ABOUT THIS TASK:
Search the entries below for the word "HistorySection", then copy each line in which it is found.

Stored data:
⟨

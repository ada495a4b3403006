"""The priced season's calendar (resample.season_calendar) on daily, trading-day, weekly and
monthly histories, and ``[season] holidays``.

The occasions of the priced season come from the season's own calendar (the history's frequency,
filtered by the season's months, weekdays and holidays), never from the spacing of the history's
rows inside the season. Each count is checked against an independent count made here with pandas
(``date_range``/``bdate_range`` filtered in the test: pandas as the reference library). Real
histories come from datasets that ``arch`` and ``vega-datasets`` ship (tests/realdata.py).
"""

from __future__ import annotations

import numpy as np
import pandas as pd
import pytest
from realdata import seattle_rain, sp500_up

from simulator.inputs.errors import InputError
from simulator.inputs.history import history_from_frame
from simulator.inputs.history_calendar import history_frequency
from simulator.replay.resample import season_calendar
from simulator.run import choose_mean_block, run_history

WEEKDAY_SETS = [["mon"], ["mon", "tue"], ["mon", "tue", "wed"], ["mon", "tue", "wed", "thu", "fri"]]
NUMBER = {"mon": 0, "tue": 1, "wed": 2, "thu": 3, "fri": 4, "sat": 5, "sun": 6}


@pytest.fixture(scope="module")
def trading_days():
    """The S&P 500 up/down history: trading days 2001-2018 (Monday to Friday less holidays)."""
    return sp500_up()


@pytest.fixture(scope="module")
def every_day():
    """Seattle's daily weather history: every day of 2014-2015."""
    return seattle_rain()


def _checked(frame: pd.DataFrame, scenario):
    """The history checked as read from history.csv."""
    return history_from_frame(frame, scenario, label="history.csv")


def _days(index) -> np.ndarray:
    """Dates from pandas as numpy days."""
    return pd.DatetimeIndex(index).to_numpy().astype("datetime64[D]")


def _expected(year: int, weekdays: list[str], months=range(1, 13), business_days_only=False,
              holidays=()) -> pd.DatetimeIndex:
    """The season's dates counted independently: pandas' calendar filtered here."""
    days = (pd.bdate_range if business_days_only else pd.date_range)(f"{year}-01-01", f"{year}-12-31")
    keep = days.day_of_week.isin([NUMBER[w] for w in weekdays]) & days.month.isin(list(months))
    keep &= ~days.isin(pd.DatetimeIndex(list(holidays)))
    return days[keep]


# ------------------------------------------------------------------------------------------------
# one, two, three and five weekdays


@pytest.mark.parametrize("weekdays", WEEKDAY_SETS, ids=lambda w: f"{len(w)} weekdays")
def test_weekdays_on_trading_days_price_every_such_weekday(weekdays, trading_days, make_scenario):
    # the history has no weekend rows, so its own calendar is Monday to Friday (pandas bdate_range)
    scenario = make_scenario(season={"weekdays": weekdays}, simulation={"replicates": 40})
    history = _checked(trading_days, scenario)
    assert history.frequency.is_daily and history.frequency.weekdays == (0, 1, 2, 3, 4)
    calendar = season_calendar(history, scenario.season)
    expected = _expected(calendar.year, weekdays, business_days_only=True)
    np.testing.assert_array_equal(calendar.dates, _days(expected))
    if weekdays == ["mon", "tue"]:
        assert calendar.n_occasions == 105  # 2019: 52 Mondays, 53 Tuesdays (it began on a Tuesday)
    result = run_history(scenario, history)
    assert result.model_cost.shape == (40, result.cutoffs.size)
    assert np.isfinite(result.model_cost).all()


@pytest.mark.parametrize("weekdays", WEEKDAY_SETS, ids=lambda w: f"{len(w)} weekdays")
def test_weekdays_on_a_daily_history_price_every_such_weekday(weekdays, every_day, make_scenario):
    scenario = make_scenario(season={"weekdays": weekdays, "months": [4, 5, 6, 7, 8, 9, 10]},
                             simulation={"replicates": 40})
    history = _checked(every_day, scenario)
    assert history.frequency.describe() == "daily"
    calendar = season_calendar(history, scenario.season)
    expected = _expected(calendar.year, weekdays, months=range(4, 11))
    np.testing.assert_array_equal(calendar.dates, _days(expected))
    result = run_history(scenario, history)
    assert np.isfinite(result.model_cost).all()


def test_a_run_of_block_days_spans_that_many_days_of_the_seasons_spacing(every_day, make_scenario):
    # a season of Mondays has its occasions 7 days apart: a 14-day run is 2 occasions; on a season
    # of weekdays the usual spacing is one day (the weekend gap is not the usual one)
    mondays = make_scenario(season={"weekdays": ["mon"]}, simulation={"block_days": 14})
    history = _checked(every_day, mondays)
    calendar = season_calendar(history, mondays.season)
    assert calendar.spacing_days == 7
    assert choose_mean_block(history, [mondays], calendar) == 2
    workdays = make_scenario(season={"weekdays": ["mon", "tue", "wed", "thu", "fri"]},
                             simulation={"block_days": 14})
    calendar = season_calendar(_checked(every_day, workdays), workdays.season)
    assert calendar.spacing_days == 1


# ------------------------------------------------------------------------------------------------
# weekly and monthly histories


def _sparse_frame(dates: pd.DatetimeIndex, seed: int = 11) -> pd.DataFrame:
    """Invented rows on the given dates: probability uniform, outcome drawn from it."""
    rng = np.random.default_rng(seed)
    p = np.round(rng.random(dates.size), 2)
    return pd.DataFrame({"date": dates.strftime("%Y-%m-%d"), "probability": p,
                         "outcome": (rng.random(dates.size) < p).astype(int)})


@pytest.mark.parametrize("freq, day", [("MS", 1), ("ME", 0)])  # the first, or the last day of the month
def test_a_monthly_history_is_priced_by_month(freq, day, make_scenario):
    frame = _sparse_frame(pd.date_range("2012-01-01", "2021-12-31", freq=freq))
    scenario = make_scenario(season={"months": [10, 11, 12, 1, 2, 3]}, simulation={"replicates": 40})
    history = _checked(frame, scenario)
    assert history.frequency.kind == "monthly" and history.frequency.day_of_month == day
    calendar = season_calendar(history, scenario.season)
    # the history's last season starts in October 2021 (it has its October to December), so the
    # priced one starts in October 2022; one occasion a month, on the day the history's rows fall on
    expected = pd.date_range("2022-10-01", "2023-03-31", freq=freq)
    np.testing.assert_array_equal(calendar.dates, _days(expected))
    assert calendar.n_occasions == 6
    result = run_history(scenario, history)
    assert np.isfinite(result.model_cost).all()
    assert history.warnings == ()


def test_a_weekly_history_is_priced_on_its_own_weekday(make_scenario):
    frame = _sparse_frame(pd.date_range("2015-01-07", "2022-12-28", freq="7D"))  # Wednesdays
    scenario = make_scenario(season={"months": [4, 5, 6, 7, 8, 9]}, simulation={"replicates": 40})
    history = _checked(frame, scenario)
    assert history.frequency.kind == "weekly"
    calendar = season_calendar(history, scenario.season)
    expected = _expected(2023, ["wed"], months=range(4, 10))
    np.testing.assert_array_equal(calendar.dates, _days(expected))
    assert np.isfinite(run_history(scenario, history).model_cost).all()


def test_twice_a_month_is_not_monthly():
    assert history_frequency(_days(pd.date_range("2012-01-01", "2021-12-31", freq="SMS"))).kind != "monthly"


def test_a_row_every_other_day_is_not_daily():
    dates = _days(pd.date_range("2020-01-01", "2022-12-31", freq="2D"))
    frequency = history_frequency(dates)
    assert (frequency.kind, frequency.step_days) == ("steady", 2)


@pytest.mark.parametrize("freq", ["7D", "MS"])
def test_weekdays_on_a_history_that_is_not_daily_are_refused_in_one_line(freq, make_scenario):
    frame = _sparse_frame(pd.date_range("2012-01-02", "2021-12-31", freq=freq))
    scenario = make_scenario(season={"weekdays": ["mon", "tue"]})
    with pytest.raises(InputError) as caught:
        _checked(frame, scenario)
    message = str(caught.value)
    assert "\n" not in message
    assert "[season] weekdays:" in message and "daily data only; leave weekdays out of [season]" in message


def test_weekdays_the_history_has_no_rows_on_are_refused_in_one_line(trading_days, make_scenario):
    scenario = make_scenario(season={"weekdays": ["sat", "sun"]})
    with pytest.raises(InputError) as caught:
        _checked(trading_days, scenario)
    assert str(caught.value) == ("scenario [season] weekdays: history.csv has rows daily on mon, tue, wed, "
                                 "thu, fri only, none on sat, sun; choose weekdays it has rows on")


# ------------------------------------------------------------------------------------------------
# [season] holidays


def test_season_holidays_are_not_occasions(every_day, make_scenario):
    holidays = ["2016-05-30", "2016-07-04", "2016-12-25"]  # the last is a Sunday: not a weekday
    scenario = make_scenario(season={"weekdays": ["mon", "tue", "wed", "thu", "fri"], "holidays": holidays},
                             simulation={"replicates": 40})
    history = _checked(every_day, scenario)
    calendar = season_calendar(history, scenario.season)
    expected = _expected(2016, ["mon", "tue", "wed", "thu", "fri"], holidays=holidays)
    np.testing.assert_array_equal(calendar.dates, _days(expected))
    assert calendar.n_occasions == _expected(2016, ["mon", "tue", "wed", "thu", "fri"]).size - 2


def test_history_rows_on_season_holidays_are_not_evaluated(every_day, make_scenario):
    scenario = make_scenario(season={"holidays": ["2014-12-25", "2015-01-01"]})
    history = _checked(every_day, scenario)
    dates = pd.to_datetime(every_day["date"])
    skipped = dates.isin(pd.to_datetime(["2014-12-25", "2015-01-01"])).to_numpy()
    np.testing.assert_array_equal(history.evaluated, ~skipped)


def test_a_priced_trading_year_with_its_holidays_has_the_historys_number_of_rows(trading_days,
                                                                                  make_scenario):
    # price 2018 itself, listing as holidays the weekdays of 2018 on which the market did not trade
    # (those without a row in the file): the priced season then has exactly the file's 2018 rows
    dates = pd.to_datetime(trading_days["date"])
    rows_2018 = dates[dates.dt.year == 2018]
    closed = pd.bdate_range("2018-01-01", "2018-12-31").difference(pd.DatetimeIndex(rows_2018))
    assert 8 <= closed.size <= 11  # US market holidays are about nine a year (from memory)
    scenario = make_scenario(season={"year": 2018, "holidays": list(closed.strftime("%Y-%m-%d"))})
    calendar = season_calendar(_checked(trading_days, scenario), scenario.season)
    np.testing.assert_array_equal(calendar.dates, _days(rows_2018))


def test_missing_trading_days_point_to_season_holidays(trading_days, make_scenario):
    history = _checked(trading_days, make_scenario())
    (warning,) = history.warnings
    assert "dates inside the season have no row" in warning
    assert "they look like holidays" in warning and "[season] holidays" in warning


def test_listing_the_historys_holidays_silences_the_gap_warning(trading_days, make_scenario):
    dates = pd.DatetimeIndex(pd.to_datetime(trading_days["date"]))
    closed = pd.bdate_range(dates[0], dates[-1]).difference(dates)
    scenario = make_scenario(season={"holidays": list(closed.strftime("%Y-%m-%d"))})
    assert _checked(trading_days, scenario).warnings == ()


def test_a_gap_of_many_days_is_not_taken_for_holidays(every_day, make_scenario):
    frame = every_day.drop(index=range(100, 130))  # a month without rows
    (warning,) = _checked(frame, make_scenario()).warnings
    assert warning.endswith("the replay joins across the gaps")
    assert "holidays" not in warning


def test_the_report_names_the_days_priced_and_the_holidays_skipped(trading_days, make_scenario):
    from types import SimpleNamespace

    from simulator.account.scenario_words import _occasion_days

    # 2019-01-01 (a Tuesday) and 2019-01-21 (a Monday) are occasions of a Monday-Tuesday season;
    # 2019-07-04 (a Thursday) is not, so it takes nothing out
    scenario = make_scenario(season={"holidays": ["2019-01-01", "2019-01-21", "2019-07-04"],
                                     "weekdays": ["mon", "tue", "sat"]})
    history = _checked(trading_days, scenario)
    calendar = season_calendar(history, scenario.season)
    np.testing.assert_array_equal(calendar.holidays, _days(pd.to_datetime(["2019-01-01", "2019-01-21"])))
    shown = _occasion_days(SimpleNamespace(history=history, scenario=scenario, calendar=calendar))
    assert shown == "Monday, Tuesday, less 2 holidays"  # no Saturday: the market has no Saturday rows


def test_a_weekly_history_missing_weeks_names_them_on_its_own_calendar(make_scenario):
    dates = pd.date_range("2015-01-07", "2022-12-28", freq="7D")  # Wednesdays
    frame = _sparse_frame(dates).drop(index=[30, 31])
    (warning,) = _checked(frame, make_scenario()).warnings
    assert warning == (f"history.csv: 2 dates of its weekly calendar inside the season have no row "
                       f"({dates[30].date()}, {dates[31].date()}); the replay joins across the gaps")


def test_listing_only_past_holidays_warns_that_the_priced_season_keeps_its_own(every_day, make_scenario):
    scenario = make_scenario(season={"holidays": ["2014-12-25", "2015-12-25"]}, simulation={"replicates": 20})
    result = run_history(scenario, _checked(every_day, scenario))
    assert ("scenario [season] holidays: none of the 2 dates is a date of the priced 2016 season, which keeps "
            "its own holidays as occasions; list them too") in result.warnings
    listed = make_scenario(season={"holidays": ["2015-12-25", "2016-12-25"]}, simulation={"replicates": 20})
    assert not any("[season] holidays" in w for w in run_history(listed, _checked(every_day, listed)).warnings)
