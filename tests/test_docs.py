"""What docs/python.md shows, a test runs (STYLE.md section 6): its Python examples, in order, in
one namespace, from the repository's root. A block whose first line says it is not run by the tests
is skipped (it needs a running Dask scheduler)."""

from __future__ import annotations

import re
from pathlib import Path

import matplotlib
import pytest

REPO = Path(__file__).resolve().parent.parent
DOC = REPO / "docs" / "python.md"


def python_blocks(text: str) -> list[str]:
    return [block for block in re.findall(r"```python\n(.*?)```", text, flags=re.S)
            if not block.startswith("# (not run by the tests")]


def test_the_python_examples_run_as_written(monkeypatch):
    matplotlib.use("Agg")
    monkeypatch.chdir(REPO)
    blocks = python_blocks(DOC.read_text())
    assert len(blocks) >= 4
    namespace: dict = {}
    for block in blocks:
        exec(compile(block, str(DOC), "exec"), namespace)  # noqa: S102 - our own documentation
    result, cheap = namespace["result"], namespace["cheap"]
    assert [site.name for site in result.sites] == ["Ferrowby Moor", "Gannetholm Harbour", "Pellisford",
                                                    "Scarth Top", "Tarnbeck Lane"]
    assert result.replicates == 500 and cheap.scenario.costs.miss == 4500
    assert {p.name for p in namespace["written"]} >= {"cutoffs.csv", "summary.json", "report.html"}


def test_the_readme_rows_name_keys_the_schema_knows():
    from simulator.inputs.scenario_changes import SiteSection
    from simulator.inputs.scenario_tables import HistorySection

    text = (REPO / "README.md").read_text()
    assert "`site_column`" in text and "site_column" in HistorySection.model_fields
    assert '`[sites."<name>"]`' in text
    assert set(SiteSection.model_fields) == {"costs", "operations"}


@pytest.mark.parametrize("option", ["--workers", "--cluster", "GONOGO_CLUSTER"])
def test_the_options_the_doc_names_exist(option):
    from typer.testing import CliRunner

    from simulator.cli import app

    assert option in CliRunner().invoke(app, ["run", "--help"], terminal_width=200).output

⟩

REPLY:
    from simulator.inputs.scenario_tables import HistorySection
    assert "`site_column`" in text and "site_column" in HistorySection.model_fields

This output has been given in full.